◆ Exercise goal ◆
For the data below, give the number of lines that include the word "testing" and nothing else.

+ + + + +

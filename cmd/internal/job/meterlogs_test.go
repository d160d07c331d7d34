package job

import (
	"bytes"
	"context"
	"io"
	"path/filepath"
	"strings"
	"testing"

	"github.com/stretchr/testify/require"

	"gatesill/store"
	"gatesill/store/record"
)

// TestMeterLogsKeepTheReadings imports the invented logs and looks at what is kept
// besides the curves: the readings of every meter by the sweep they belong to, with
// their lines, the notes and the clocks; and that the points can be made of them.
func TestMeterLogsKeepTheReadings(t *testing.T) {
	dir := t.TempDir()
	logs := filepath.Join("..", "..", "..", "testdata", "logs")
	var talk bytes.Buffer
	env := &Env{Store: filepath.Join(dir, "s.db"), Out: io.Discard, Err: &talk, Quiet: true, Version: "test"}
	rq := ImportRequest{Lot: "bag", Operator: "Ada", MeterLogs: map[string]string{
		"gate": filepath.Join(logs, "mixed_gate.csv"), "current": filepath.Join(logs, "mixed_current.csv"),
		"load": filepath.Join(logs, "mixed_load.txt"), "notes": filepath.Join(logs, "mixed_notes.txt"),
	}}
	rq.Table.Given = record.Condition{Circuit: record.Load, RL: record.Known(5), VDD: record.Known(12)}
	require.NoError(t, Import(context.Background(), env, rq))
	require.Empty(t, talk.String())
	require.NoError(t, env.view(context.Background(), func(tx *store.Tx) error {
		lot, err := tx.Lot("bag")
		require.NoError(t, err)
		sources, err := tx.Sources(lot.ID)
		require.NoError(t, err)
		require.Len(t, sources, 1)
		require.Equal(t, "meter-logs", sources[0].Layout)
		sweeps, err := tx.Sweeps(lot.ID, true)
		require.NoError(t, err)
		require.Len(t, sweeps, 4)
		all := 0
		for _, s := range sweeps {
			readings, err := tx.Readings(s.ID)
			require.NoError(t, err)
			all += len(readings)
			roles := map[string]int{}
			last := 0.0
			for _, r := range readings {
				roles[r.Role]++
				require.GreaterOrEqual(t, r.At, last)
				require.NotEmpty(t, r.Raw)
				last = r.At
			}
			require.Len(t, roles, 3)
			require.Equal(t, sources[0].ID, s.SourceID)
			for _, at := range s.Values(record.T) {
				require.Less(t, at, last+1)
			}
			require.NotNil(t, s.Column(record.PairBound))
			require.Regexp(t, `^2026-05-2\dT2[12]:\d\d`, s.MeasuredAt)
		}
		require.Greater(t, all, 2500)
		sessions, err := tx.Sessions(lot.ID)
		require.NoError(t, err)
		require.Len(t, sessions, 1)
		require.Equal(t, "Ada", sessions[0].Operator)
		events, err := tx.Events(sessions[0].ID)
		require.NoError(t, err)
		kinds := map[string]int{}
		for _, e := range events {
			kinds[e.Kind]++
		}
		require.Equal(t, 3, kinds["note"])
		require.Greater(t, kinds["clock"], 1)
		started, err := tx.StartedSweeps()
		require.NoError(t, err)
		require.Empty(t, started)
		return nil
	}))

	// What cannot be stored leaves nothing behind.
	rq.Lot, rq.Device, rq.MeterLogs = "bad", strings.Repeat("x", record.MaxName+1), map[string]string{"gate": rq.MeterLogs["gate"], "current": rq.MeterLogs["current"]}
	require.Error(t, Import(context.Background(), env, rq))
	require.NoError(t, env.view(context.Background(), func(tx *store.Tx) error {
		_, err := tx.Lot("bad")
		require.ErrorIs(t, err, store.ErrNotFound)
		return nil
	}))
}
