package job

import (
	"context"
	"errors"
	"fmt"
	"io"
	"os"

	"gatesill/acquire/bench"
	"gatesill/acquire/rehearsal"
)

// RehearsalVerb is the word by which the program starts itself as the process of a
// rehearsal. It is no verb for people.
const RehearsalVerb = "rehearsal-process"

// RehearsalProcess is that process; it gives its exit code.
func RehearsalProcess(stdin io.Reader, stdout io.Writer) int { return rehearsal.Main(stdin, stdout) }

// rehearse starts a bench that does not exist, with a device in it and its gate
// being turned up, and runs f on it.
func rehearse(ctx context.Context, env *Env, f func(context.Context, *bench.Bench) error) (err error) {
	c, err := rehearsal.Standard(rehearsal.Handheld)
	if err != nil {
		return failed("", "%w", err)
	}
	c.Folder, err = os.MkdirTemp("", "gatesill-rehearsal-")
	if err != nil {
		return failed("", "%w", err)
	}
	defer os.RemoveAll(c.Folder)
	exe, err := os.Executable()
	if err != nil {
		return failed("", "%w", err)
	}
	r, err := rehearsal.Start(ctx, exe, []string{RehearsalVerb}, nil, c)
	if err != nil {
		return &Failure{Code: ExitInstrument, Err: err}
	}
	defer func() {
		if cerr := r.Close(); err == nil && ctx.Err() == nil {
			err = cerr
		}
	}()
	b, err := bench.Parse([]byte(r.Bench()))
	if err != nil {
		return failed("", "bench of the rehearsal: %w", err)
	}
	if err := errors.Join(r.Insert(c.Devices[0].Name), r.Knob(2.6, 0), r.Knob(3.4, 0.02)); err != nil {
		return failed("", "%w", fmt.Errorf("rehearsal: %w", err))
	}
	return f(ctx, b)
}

+ + + + +

◆ Result ◆
2